Bears Firmly In Control
The IMC blog entered a short position in the May sugar/corn spread on February 13th when the value of one sugar contract closed at a premium of +$3,251.30 over the value of one corn contract.
Early this month, the corn contract finally closed with the premium value. That hasn’t happened since last June. We are taking this as confirmation that the expected bear market is firmly intact. Based on history, we expect to see this spread decline several thousand more dollars before it’s all said and done.
Today, we are going to do two things. First, roll the May contracts to the July contracts. First Notice Day is just a few days off.
Secondly, we are going to add to the short position. The spread has been consolidating in a tight range for the last three weeks. This pattern gives us a low-risk setup to get short on a breakout of the range and risk to the other side of the range.

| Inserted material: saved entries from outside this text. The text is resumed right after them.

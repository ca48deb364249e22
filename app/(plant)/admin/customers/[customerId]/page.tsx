import type { Metadata } from "next";
import Link from "next/link";
import { notFound } from "next/navigation";
import { getCustomer } from "@/db/queries/customers";
import { getSiteRecord, listSites } from "@/db/queries/sites";
import { isAdmin } from "@/lib/auth/viewer";
import { getDb } from "@/lib/server/runtime";
import { CustomerNameForm, CustomerRetirement } from "@/components/customers/customer-editor";
import { CustomerSitesTable } from "@/components/customers/customer-sites-table";
import { SiteForm } from "@/components/sites/site-form";
import { formatDateTime } from "@/lib/client/format";
import { requirePageViewer } from "../../../../(auth)/auth";

export const metadata: Metadata = { title: "Customer" };
export const dynamic = "force-dynamic";

export default async function CustomerPage({ params }: { params: Promise<{ customerId: string }> }) {
  const viewer = await requirePageViewer();
  if (!isAdmin(viewer)) notFound();
  const db = getDb();
  const customer = getCustomer(db, viewer, (await params).customerId);
  if (!customer) notFound();
  const sites = listSites(db, viewer, { includeRetired: true })
    .filter((s) => s.customer.id === customer.id)
    .map((s) => ({ ...s, retired: getSiteRecord(db, viewer, s.id)?.retiredAtMs != null }));
  const retired = customer.retiredAtMs !== null;
  return (
    <section className="flex flex-col gap-6">
      <div>
        <p className="text-sm">
          <Link href="/admin/customers" className="underline">
            Customers
          </Link>
        </p>
        <h1 className="text-2xl font-semibold">{customer.name}</h1>
        {retired ? (
          <p className="mt-1 text-sm text-alarm">
            Retired {formatDateTime(customer.retiredAtMs)}: its sites are off the board and their gateways refused.
          </p>
        ) : null}
      </div>
      <CustomerNameForm customer={customer} />
      <div className="flex flex-col gap-2">
        <h2 className="text-lg font-semibold">Sites</h2>
        <CustomerSitesTable rows={sites} />
      </div>
      {retired ? null : (
        <div className="flex flex-col gap-2">
          <h2 className="text-lg font-semibold">Add a site</h2>
          <SiteForm customerId={customer.id} />
        </div>
      )}
      <div className="flex flex-col gap-2">
        <h2 className="text-lg font-semibold">{retired ? "Restore" : "Retire"}</h2>
        <CustomerRetirement customer={customer} />
      </div>
    </section>
  );
}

Buy back the short May sugar contract, sell one July sugar contract short, sell the May corn contract, and simultaneously buy one July corn contract at the market-on-close on Tuesday, April 25th. Risk the July spread to a two-consecutive day close above +$4,000 (premium sugar).
“Add-On” Trade Strategy:
Place a hypothetical contingency order to sell one 112,000 lb. July sugar contract and simultaneously buy one 5,000 bushel July corn contract if the spread closes below the April 5th low of -$436.20 (premium corn). If filled, liquidate the position on a three-consecutive day close above the April high (currently at +$437.10).